## Work request:
Copy out each line of the listing below where the string "failed" appears.

## Data extract:
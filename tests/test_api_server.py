"""Control API server over a real Unix socket: replies, refusals, bad input, the status stream,
slow and vanishing clients, and the socket file itself."""

from __future__ import annotations

import asyncio
import math
import os
import pwd
import socket
import stat

import pytest
from test_api_support import HANG_GUARD_S, LineClient, ManualClock, RigDouble

from daemon.api.client import ApiClient, ApiError, wait_for_daemon
from daemon.api.server import ApiServer
from daemon.config.service import ApiSettings
from daemon.errors import CommandRefused, OperatorError


@pytest.fixture
def socket_path(tmp_path):
    return tmp_path / "poise.sock"


@pytest.fixture
def rig():
    return RigDouble()


def settings(path, **overrides) -> ApiSettings:
    return ApiSettings(socket_path=str(path), **overrides)


# --- requests and replies ---------------------------------------------------------------


async def test_reply_echoes_the_request_id_and_carries_the_targets_result(socket_path, rig):
    async with ApiServer(rig, settings(socket_path)):
        client = await LineClient.open(socket_path)
        client.send({"id": 41, "cmd": "setpoint", "args": {"x_m": 0.125}})
        client.send({"id": "home-1", "cmd": "home", "source": "dashboard"})
        assert await client.read() == {"id": 41, "ok": True, "result": {"accepted": "setpoint"}}
        assert await client.read() == {"id": "home-1", "ok": True, "result": {"accepted": "home"}}
        await client.close()
    assert rig.executed == [("setpoint", {"x_m": 0.125}, "api"), ("home", {}, "dashboard")]


async def test_integer_arguments_reach_the_target_as_floats(socket_path, rig):
    async with (
        ApiServer(rig, settings(socket_path)) as server,
        await ApiClient.connect(server.socket_path, source="cli") as client,
    ):
        await client.request("excite", {"kind": "chirp", "amplitude": 2, "duration_s": 10})
    assert rig.executed == [
        ("excite", {"kind": "chirp", "amplitude": 2.0, "duration_s": 10.0}, "cli")
    ]
    assert isinstance(rig.executed[0][1]["amplitude"], float)


async def test_refused_command_replies_with_its_reason_and_the_client_raises(socket_path, rig):
    rig.refusals["arm"] = "pre-arm check link_rate failed"
    async with ApiServer(rig, settings(socket_path)) as server:
        raw = await LineClient.open(socket_path)
        raw.send({"id": 1, "cmd": "arm"})
        assert await raw.read() == {
            "id": 1,
            "ok": False,
            "code": "refused",
            "error": "arm refused: pre-arm check link_rate failed",
            "reason": "pre-arm check link_rate failed",
        }
        await raw.close()
        async with await ApiClient.connect(socket_path) as client:
            with pytest.raises(CommandRefused) as refused:
                await client.request("arm")
        assert refused.value.reason == "pre-arm check link_rate failed"
        assert server.stats()["refused"] == 2
    assert rig.executed == []


async def test_status_request_returns_the_targets_snapshot(socket_path, rig):
    async with (
        ApiServer(rig, settings(socket_path)),
        await ApiClient.connect(socket_path) as client,
    ):
        status = await client.request("status")
    assert status["state"] == "IDLE" and status["status_calls"] == 1


async def test_a_target_bug_gives_an_error_reply_and_the_server_keeps_serving(socket_path, rig):
    def broken_execute(command, args, source):
        raise ZeroDivisionError("division by zero")

    rig.execute = broken_execute
    async with ApiServer(rig, settings(socket_path)) as server:
        async with await ApiClient.connect(socket_path) as client:
            with pytest.raises(
                ApiError, match=r"^stop failed inside the daemon \(ZeroDivisionError"
            ):
                await client.request("stop")
            assert (await client.request("status"))["state"] == "IDLE"
        assert server.stats()["failed"] == 1


async def test_non_finite_status_values_go_out_as_null_so_every_line_is_strict_json(
    socket_path, rig
):
    rig.status = lambda: {"state": "IDLE", "motor_current_a": math.nan, "drive": math.inf}
    async with ApiServer(rig, settings(socket_path)):
        client = await LineClient.open(socket_path)
        client.send({"id": 1, "cmd": "status"})
        # JSON has no NaN or Infinity (IETF RFC 8259, section 6), so LineClient.read rejects them.
        reply = await client.read()
        assert reply["result"] == {"state": "IDLE", "motor_current_a": None, "drive": None}
        await client.close()


# --- bad input: an error reply naming the command and the problem; nothing reaches the target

## Task answer:
    rig.refusals["arm"] = "pre-arm check link_rate failed"
            "error": "arm refused: pre-arm check link_rate failed",
            "reason": "pre-arm check link_rate failed",
        assert refused.value.reason == "pre-arm check link_rate failed"
                ApiError, match=r"^stop failed inside the daemon \(ZeroDivisionError"
        assert server.stats()["failed"] == 1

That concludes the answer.